The garage key was where Ronnie had told him it would be; the up-and-over door opened with barely a squeak, and the trailer rolled easily out on to the driveway.

So far, so good, thought Steven, as he closed the door and put the key back in the hanging basket that contained a bouquet of dead weeds.

The trailer was made of aluminium and was well balanced on properly inflated tyres, so Steven made good time down into the village, towing it behind him. But he’d hardly gone fifty yards up the hill towards Em’s house before he started to sweat and his hands to hurt from gripping the awkward metal so hard. He swung the trailer sideways so that it wouldn’t roll back down the hill, and stopped.

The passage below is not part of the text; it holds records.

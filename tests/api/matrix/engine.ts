import type { MatrixRows } from './types.js';

// The calculator is pure computation with nothing stored: every signed-in role may use it.
export const rows: MatrixRows = {
  'POST /engine/resistive': 'signed-in',
  'POST /engine/inverse': 'signed-in',
  'POST /engine/inductive': 'signed-in',
  'POST /engine/trigger': 'signed-in',
  'POST /engine/thermal': 'signed-in',
  'POST /engine/ratings': 'signed-in',
  'POST /engine/limit-check': 'signed-in',
  'POST /engine/earth-continuity': 'signed-in',
  'GET /engine/limit-presets': 'signed-in',
};
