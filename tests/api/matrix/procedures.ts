import type { MatrixRows } from './types.js';

const everyone = ['technician', 'assessor', 'manager', 'auditor', 'admin'] as const;
const readers = [...everyone];
// Bench staff see published versions only; the service and the SQL filter do the rest (procedures.list.test.ts).
export const rows: MatrixRows = {
  'GET /procedures': readers,
  'POST /procedures': ['manager'],
  'POST /procedures/review-reminders/run': ['manager', 'admin'],
  'GET /procedures/:id': readers,
  'GET /procedures/:id/compare': readers,
  'POST /procedures/:id/versions': ['manager'],
  'GET /procedures/:id/versions/:versionId': readers,
  'PUT /procedures/:id/versions/:versionId': ['manager'],
  'POST /procedures/:id/versions/:versionId/submit': ['manager'],
  'POST /procedures/:id/versions/:versionId/return': ['manager'],
  'POST /procedures/:id/versions/:versionId/approve': ['manager'],
  'POST /procedures/:id/versions/:versionId/withdraw': ['manager'],
  'GET /procedures/:id/versions/:versionId/impact': ['manager'],
  'GET /procedures/:id/versions/:versionId/pdf': readers,
  'POST /procedures/:id/versions/:versionId/acknowledge': ['technician', 'assessor'],
  'GET /procedures/:id/acknowledgements': ['technician', 'assessor', 'manager', 'auditor'],
  'POST /procedures/:id/acknowledgements/:userId/extension': ['manager'],
};
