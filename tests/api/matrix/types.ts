import type { Role } from '../../../shared/roles.js';

/** Per route ("METHOD /path" as in the route table): who gets past the access check. */
export type MatrixRows = Record<string, 'public' | 'signed-in' | Role[]>;
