import type { MatrixRows } from './types.js';

const readers = ['technician', 'assessor', 'manager', 'auditor'] as const;

// Practicals: assessors run and sign them; technicians see their own and acknowledge the outcome.
export const rows: MatrixRows = {
  'GET /practicals': [...readers],
  'POST /practicals': ['assessor'],
  'GET /practicals/technicians': ['assessor'],
  'GET /practicals/:id': [...readers],
  'PUT /practicals/:id/items/:itemId': ['assessor'],
  'POST /practicals/:id/hold-points/:stepKey': ['assessor'],
  'POST /practicals/:id/assess': ['assessor'],
  'POST /practicals/:id/acknowledge': [...readers],
  'POST /practicals/:id/corrections': ['assessor'],
};
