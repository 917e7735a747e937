import pg from 'pg';

export const APP_ROLE = 'breakover_app';

/**
 * Refuses a DATABASE_URL that does not log in as the restricted role: a login as the owner or a superuser
 * would let any injected SQL take back every right (RESET ROLE), so the server does not start on one.
 */
export async function assertAppLogin(url: string): Promise<void> {
  const client = new pg.Client({ connectionString: url, connectionTimeoutMillis: 5_000 });
  // A connection dropped mid-check also rejects the query; unheard, the 'error' event would end the process.
  client.on('error', () => undefined);
  await client.connect();
  try {
    const { rows } = await client.query<{ login: string; elevated: boolean; memberships: number }>(
      `select session_user as login,
         r.rolsuper or r.rolcreaterole or r.rolcreatedb or r.rolreplication or r.rolbypassrls as elevated,
         (select count(*)::int from pg_auth_members m where m.member = r.oid) as memberships
       from pg_roles r where r.rolname = session_user`,
    );
    const { login, elevated, memberships } = rows[0];
    if (login !== APP_ROLE) {
      throw new Error(
        `DATABASE_URL logs in as "${login}"; the application must log in as ${APP_ROLE}, its own restricted role. ` +
          `Give DATABASE_URL the user ${APP_ROLE} and put the owner's URL (for migrations) in DATABASE_OWNER_URL.`,
      );
    }
    if (elevated || memberships > 0) {
      throw new Error(`${APP_ROLE} has more rights than its grants (a role attribute or a role membership): run the migrations again as the owner.`);
    }
  } finally {
    await client.end();
  }
}
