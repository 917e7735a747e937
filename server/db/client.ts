import pg from 'pg';
import { drizzle, type NodePgDatabase } from 'drizzle-orm/node-postgres';
import type { PgDatabase, PgQueryResultHKT } from 'drizzle-orm/pg-core';
import * as schema from './schema/index.js';
import { consoleOutageLog, watchPool, type OutageLog } from './outage.js';

export type Schema = typeof schema;
export type Database = NodePgDatabase<Schema> & { $client: pg.Pool };
/** A database handle or an open transaction: repositories accept either. */
export type Executor = PgDatabase<PgQueryResultHKT, Schema>;

// Timestamps come back as Date, dates as plain 'YYYY-MM-DD' strings.
pg.types.setTypeParser(1082, (v) => v);

/**
 * Bounds for every pool of ours: a connect that gets no answer fails after 5 s (a request then gets 503,
 * not a hang), and TCP keep-alive notices a peer that vanished without closing the connection.
 */
export const POOL_BOUNDS = { connectionTimeoutMillis: 5_000, keepAlive: true, keepAliveInitialDelayMillis: 10_000 };
/** The server cancels an app statement after this long (the largest exports and imports take a few seconds). */
export const STATEMENT_TIMEOUT_MS = 60_000;

/** The application's pool: the URL logs in as breakover_app, which may not alter the audit trail. */
export function createPool(url: string, max = 10, log: OutageLog = consoleOutageLog): pg.Pool {
  // UTC for the session from the startup packet, so interval arithmetic (an end less N days) is the same
  // whatever the server's default zone. No role here: the login itself is the restricted role.
  const pool = new pg.Pool({ connectionString: url, max, options: '-c TimeZone=UTC', statement_timeout: STATEMENT_TIMEOUT_MS, ...POOL_BOUNDS });
  return watchPool(pool, log);
}

export function createDatabase(pool: pg.Pool): Database {
  return drizzle(pool, { schema }) as Database;
}

export { schema };
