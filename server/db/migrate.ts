import path from 'node:path';
import { fileURLToPath } from 'node:url';
import pg from 'pg';
import { drizzle } from 'drizzle-orm/node-postgres';
import { migrate } from 'drizzle-orm/node-postgres/migrator';
import { installJobQueues } from '../jobs/install.js';
import { consoleOutageLog, watchPool } from './outage.js';

const migrationsFolder = path.resolve(path.dirname(fileURLToPath(import.meta.url)), '../../drizzle');

/** Applies the SQL migrations and sets up the job queue, as the owner (never the application's login). */
export async function runMigrations(ownerUrl: string): Promise<void> {
  const pool = watchPool(new pg.Pool({ connectionString: ownerUrl, max: 1 }), consoleOutageLog);
  try {
    await migrate(drizzle(pool), { migrationsFolder });
  } finally {
    await pool.end();
  }
  await installJobQueues(ownerUrl);
}
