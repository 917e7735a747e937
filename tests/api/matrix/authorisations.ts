import type { MatrixRows } from './types.js';

const everyone = ['technician', 'assessor', 'manager', 'auditor', 'admin'] as const;
const benchStaffAndManagers = ['technician', 'assessor', 'manager'] as const;

// Reads pass the access check for everyone: a technician's lists hold only their own records (see authorisations.test.ts).
export const rows: MatrixRows = {
  'GET /scopes': [...everyone],
  'GET /scopes/:id': [...everyone],
  'POST /scopes': ['manager'],
  'PUT /scopes/:id': ['manager'],
  'GET /authorisations/mine': [...everyone],
  'GET /authorisations/due': [...everyone],
  'POST /authorisations/prior': ['manager'],
  'POST /authorisations/import': ['manager'],
  'GET /authorisations/import/jobs/:id': ['manager'],
  'GET /authorisations': [...everyone],
  'GET /authorisations/:id': [...everyone],
  'GET /authorisations/:id/certificate': [...everyone],
  'POST /authorisations/:id/suspend': ['manager'],
  'POST /authorisations/:id/reinstate': ['manager'],
  'POST /authorisations/:id/revoke': ['manager'],
  'GET /eligibility/:personId': [...everyone],
  'GET /eligibility/:personId/:scopeId': [...everyone],
  'GET /certificates': [...everyone],
  'POST /certificates': [...benchStaffAndManagers],
  'POST /certificates/:id/verify': ['manager'],
  'POST /certificates/:id/reject': ['manager'],
  'GET /verify/:code': 'public',
  'POST /reminders/sweep': ['manager', 'admin'],
  'GET /reminders/sweep/:id': ['manager', 'auditor', 'admin'],
  'GET /reminders': ['manager', 'auditor', 'admin'],
};
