def _coolprop_fluid(name: str) -> str:
    """The pure-fluid name in a CoolProp fluid string: ``"HEOS::Water"`` is
    ``"Water"`` (HEOS is the backend used); other backends and mixtures are
    refused with the reason."""
    from ._errors import WetboilValueError

    backend, sep, fluid = name.rpartition("::")
    if sep and backend.strip().upper() != "HEOS":
        raise WetboilValueError(f"from_coolprop: {name!r}: only CoolProp's HEOS backend (its reference equations of "
                                f"state) is used; give the fluid name alone, e.g. {fluid.strip()!r}")
    fluid = fluid.strip()
    if not fluid:
        raise WetboilValueError(f"from_coolprop: {name!r} names no fluid; give one, e.g. 'Water' or 'HEOS::Water'")
    if "&" in fluid or "[" in fluid:
        raise WetboilValueError(f"from_coolprop: {name!r} is a mixture: its boiling has a temperature glide and no "
                                "single saturated state; give a pure fluid (or build a Saturation from your own "
                                "bubble-point properties)")
    return fluid


#: Fields the caller sets itself right after `from_coolprop` (sweep's `fluid_properties`): no warning
#: that CoolProp lacks them. A context variable, so threads and tasks each keep their own.
_SUPPLIED: "contextvars.ContextVar[frozenset]" = contextvars.ContextVar("wetboil_supplied_fields", default=frozenset())
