@numpy_form("churchill_chu_vertical_plate_natural_convection")
def _(dT, L, beta, k_l, rho_l, cp_l, mu_l, g):
    Ra = g * beta * dT * L ** 3 * rho_l ** 2 * cp_l / (mu_l * k_l)
    Pr = mu_l * cp_l / k_l
    Nu = (0.825 + 0.387 * Ra ** (1 / 6) / (1 + (0.492 / Pr) ** (9 / 16)) ** (8 / 27)) ** 2
    return Nu * k_l / L * dT


@python_form("churchill_chu_vertical_plate_natural_convection")
def _(dT, L, beta, k_l, rho_l, cp_l, mu_l, g):
    Ra = g * beta * dT * L ** 3 * rho_l ** 2 * cp_l / (mu_l * k_l)
    Pr = mu_l * cp_l / k_l
    Nu = (0.825 + 0.387 * Ra ** (1 / 6) / (1 + (0.492 / Pr) ** (9 / 16)) ** (8 / 27)) ** 2
    return Nu * k_l / L * dT


@numpy_form("churchill_sphere_natural_convection")
def _(dT, D, beta, k_l, rho_l, cp_l, mu_l, g):
    Ra = g * beta * dT * D ** 3 * rho_l ** 2 * cp_l / (mu_l * k_l)
    Pr = mu_l * cp_l / k_l
    psi = (1 + (0.469 / Pr) ** (9 / 16)) ** (16 / 9)
    return (2 + 0.589 * (Ra / psi) ** 0.25 * (1 + 7.44e-8 * Ra / psi) ** (1 / 12)) * k_l / D * dT


@python_form("churchill_sphere_natural_convection")
def _(dT, D, beta, k_l, rho_l, cp_l, mu_l, g):
    Ra = g * beta * dT * D ** 3 * rho_l ** 2 * cp_l / (mu_l * k_l)
    Pr = mu_l * cp_l / k_l
    psi = (1 + (0.469 / Pr) ** (9 / 16)) ** (16 / 9)
    return (2 + 0.589 * (Ra / psi) ** 0.25 * (1 + 7.44e-8 * Ra / psi) ** (1 / 12)) * k_l / D * dT


# =============================================================================
# film boiling


SIGMA_SB = 5.670374419e-8  # W/(m2 K4), CODATA 2018


@numpy_form("film_boiling")
def _(dT, C, L, a, eps, T, h_lv, cp_v, rho_l, rho_v, k_v, mu_v, g):
    conv = C * (g * k_v ** 3 * rho_v * (rho_l - rho_v) * (h_lv + a * cp_v * dT) / (mu_v * L * dT)) ** 0.25 * dT
    return conv + 0.75 * eps * SIGMA_SB * ((T + dT) ** 4 - T ** 4)


@python_form("film_boiling")
def _(dT, C, L, a, eps, T, h_lv, cp_v, rho_l, rho_v, k_v, mu_v, g):
    conv = C * (g * k_v ** 3 * rho_v * (rho_l - rho_v) * (h_lv + a * cp_v * dT) / (mu_v * L * dT)) ** 0.25 * dT
    return conv + 0.75 * eps * SIGMA_SB * ((T + dT) ** 4 - T ** 4)
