"""Pool boiling: nucleate boiling, heat-flux partitioning and whole boiling curves.

Nucleate boiling: `rohsenow` and `cooper` (heat flux from wall superheat) and
their inverses `rohsenow_superheat` and `cooper_superheat`; the Rohsenow
surface-liquid constants with their sources in `SURFACE_CONSTANTS` and
`surface_constant`. Wall heat-flux partitioning: `partition` (Kurul &
Podowski), whose site-density, departure and frequency closures are chosen by
name from `wetboil.nucleation` and `wetboil.departure`, so that the contact
angle enters through them. Other branches: `natural_convection` (before
onset) and `film_boiling` (Bromley / Berenson form). `curve` assembles the
whole pool-boiling curve of a described surface with its CHF margin.

.. warning::
   Boiling curves and critical heat flux carry correlation uncertainty of
   tens of percent (Rohsenow: +-100 % in flux at a given superheat). Use them
   inside their validity ranges, keep a margin to the critical heat flux, and
   follow the codes and licensed engineering practice that govern your
   application.

Verification tags in the docstrings: [V] seen in the original; [V2] seen
only in a secondary source; [M] from memory; [D] derived here.
"""

from __future__ import annotations

import math
from typing import Any, Callable, Dict, NamedTuple, Optional, Tuple

import numpy as np

from . import chf as _chf
from ._api import check_choice, dispatch, kernel, need_saturation
from ._errors import (WetboilTypeError, WetboilValueError, WetboilWarning, _warn, errstate,
                      one_warning_per_category, report)
from .fluids import Saturation, _is_water

__all__ = [
    "rohsenow",
    "rohsenow_superheat",
    "rohsenow_exponent",
    "cooper",
    "cooper_superheat",
    "SURFACE_CONSTANTS",
    "SurfaceConstant",
    "surface_constant",
    "natural_convection",
    "NATURAL_CONVECTION_GEOMETRIES",
    "film_boiling",
    "FILM_GEOMETRIES",
    "partition",
    "Partition",
    "SITE_DENSITY_CLOSURES",
    "DEPARTURE_CLOSURES",
    "AREA_FACTORS",
    "curve",
    "BoilingCurve",
    "NUCLEATE_METHODS",
    "CHF_METHODS",
]

G = 9.80665






# --------------------------------------------------------------------------- Rohsenow

#: Rohsenow's Prandtl exponent for water and for other liquids [-].
ROHSENOW_N_WATER = 1.0
ROHSENOW_N_OTHER = 1.7


def rohsenow_exponent(fluid: Any) -> float:
    """Rohsenow's Prandtl exponent for a fluid when the surface-liquid pair
    has no fitted one: 1.0 for water, 1.7 for every other liquid.

    Parameters
    ----------
    fluid : Saturation
        A saturated state; its ``name`` says whether it is water (any name
        in `wetboil.fluids.WATER_NAMES`).

    Returns
    -------
    float
        1.0 or 1.7. An unnamed state gets 1.7, the value for liquids other
        than water; `rohsenow` and `rohsenow_superheat` warn when they take
        it for an unnamed state.

    Notes
    -----
    Rohsenow (1952) correlated every liquid with 1.7 [M]; the constants for
    water were later tabulated with 1.0 (Vachon, Nix & Tanger 1968 [M]), and
    the tabulated surface-liquid constants (`SURFACE_CONSTANTS`) carry 1.0
    for water and 1.7 for every other liquid [V2]. This rule is common
    practice. Like C_sf, n is a property of the surface-liquid pair
    (Vachon et al. fitted both per pair): a fitted (C_sf, n) pair always
    takes precedence.

    References
    ----------
    .. [1] W.M. Rohsenow, Trans. ASME 74 (1952) 969-976.
    .. [2] R.I. Vachon, G.H. Nix, G.E. Tanger, "Evaluation of constants for
       the Rohsenow pool-boiling correlation", J. Heat Transfer 90 (1968)
       239-247.

    Examples
    --------
    >>> from wetboil.boiling import rohsenow_exponent
    >>> from wetboil.fluids import water
    >>> w = water(p=101325.0)
    >>> rohsenow_exponent(w), rohsenow_exponent(w.replace(name="R134a"))
    (1.0, 1.7)
    """
    if not isinstance(fluid, Saturation):
        raise WetboilTypeError(f"boiling.rohsenow_exponent: fluid must be a Saturation, got {type(fluid).__name__}")
    return ROHSENOW_N_WATER if _is_water(fluid.name) else ROHSENOW_N_OTHER


def _default_exponent(fluid: Saturation, function: str) -> float:
    """`rohsenow_exponent` of a state, with a warning when the state has no
    name (the choice of exponent then rests on an assumption)."""
    if fluid.name is None:
        _warn(
            f"{function}: the fluid state has no name, so Rohsenow's n = 1.7 (his value for liquids other than "
            "water) was used; pass n=1.0 for water, or name the state (Saturation(..., name=...))", WetboilWarning)
    return rohsenow_exponent(fluid)


#: Rohsenow's C_sf where none is given: water on polished copper (`SURFACE_CONSTANTS`).
ROHSENOW_C_SF_DEFAULT = 0.013


def _default_constant(fluid: Saturation, function: str) -> float:
    """`ROHSENOW_C_SF_DEFAULT`, with a warning when the fluid is not water
    (the constant belongs to a surface-liquid pair)."""
    if not _is_water(fluid.name):
        _warn(
            f"{function}: no C_sf given, so 0.013 (water on polished copper) was used for "
            f"{repr(fluid.name) if fluid.name is not None else 'an unnamed fluid'}; Rohsenow's C_sf belongs to the surface-liquid pair and the "
            "superheat is proportional to it: give the constant of your pair (see boiling.SURFACE_CONSTANTS)", WetboilWarning)
    return ROHSENOW_C_SF_DEFAULT


def _rohsenow_fill(function: str) -> Callable[[Tuple[Any, ...]], Tuple[Any, ...]]:
    """Rohsenow's constant and exponent by fluid where a call of `function`
    leaves ``C_sf`` or ``n`` out."""

    def fill(args: Tuple[Any, ...]) -> Tuple[Any, ...]:
        x, fluid, C_sf, n, g = args
        if C_sf is not None and n is not None:
            return args  # nothing to fill: the very tuple, so the caller evaluates it (not a copy: see `kernel`)
        if type(fluid) is Saturation and fluid.name == "water":  # the common call, in a few lookups: nothing to warn
            return (x, fluid, ROHSENOW_C_SF_DEFAULT if C_sf is None else C_sf, ROHSENOW_N_WATER if n is None else n, g)
        need_saturation(function, fluid)  # the defaults come from the fluid: name a wrong one first
        return (x, fluid, _default_constant(fluid, function) if C_sf is None else C_sf,
                _default_exponent(fluid, function) if n is None else n, g)

    return fill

He had never considered that he might not be able to tow the trailer all the way to where it belonged. Now, if he couldn’t, he had blown it. If he couldn’t get it up this hill, he would be unlikely to get it back up the similar hill to Ronnie’s house. He couldn’t just leave it on the street. Anyone might hitch it up and tow it away and then it really would be stolen, instead of just ‘borrowed’.

Stopping and thinking had allowed Steven to get his breath back, and so he tugged the trailer another twenty yards before halting again, his hands burning. He was fit but slim – not a bulky young farmer like the boys who inhabited the YFC discos he had been to once or twice. The hill was long and unrelentingly steep, and the road was broken up in places that he knew from dodging them on his skateboard by day, but which he couldn’t see by night, making the trailer bump and lurch now and then. But Steven Lamb was not a boy who gave up easily. He’d been through more in his seventeen years than most people had in a lifetime, and that was a well of experience he often drew from when faced with a difficult situation. Sometimes he thought that was all he really had – this determination. Other boys were great at soccer or cross-country running or chatting up girls. Steven was just plain dogged . He hated to give up. It wasn’t a spectacular talent, but it was better than nothing.

So he turned the trailer so that he could push rather than pull it, and found that was better – he could get his weight behind it. Even so, it was only another fifty yards before he had to stop again, wiping sweat from his forehead with his arm.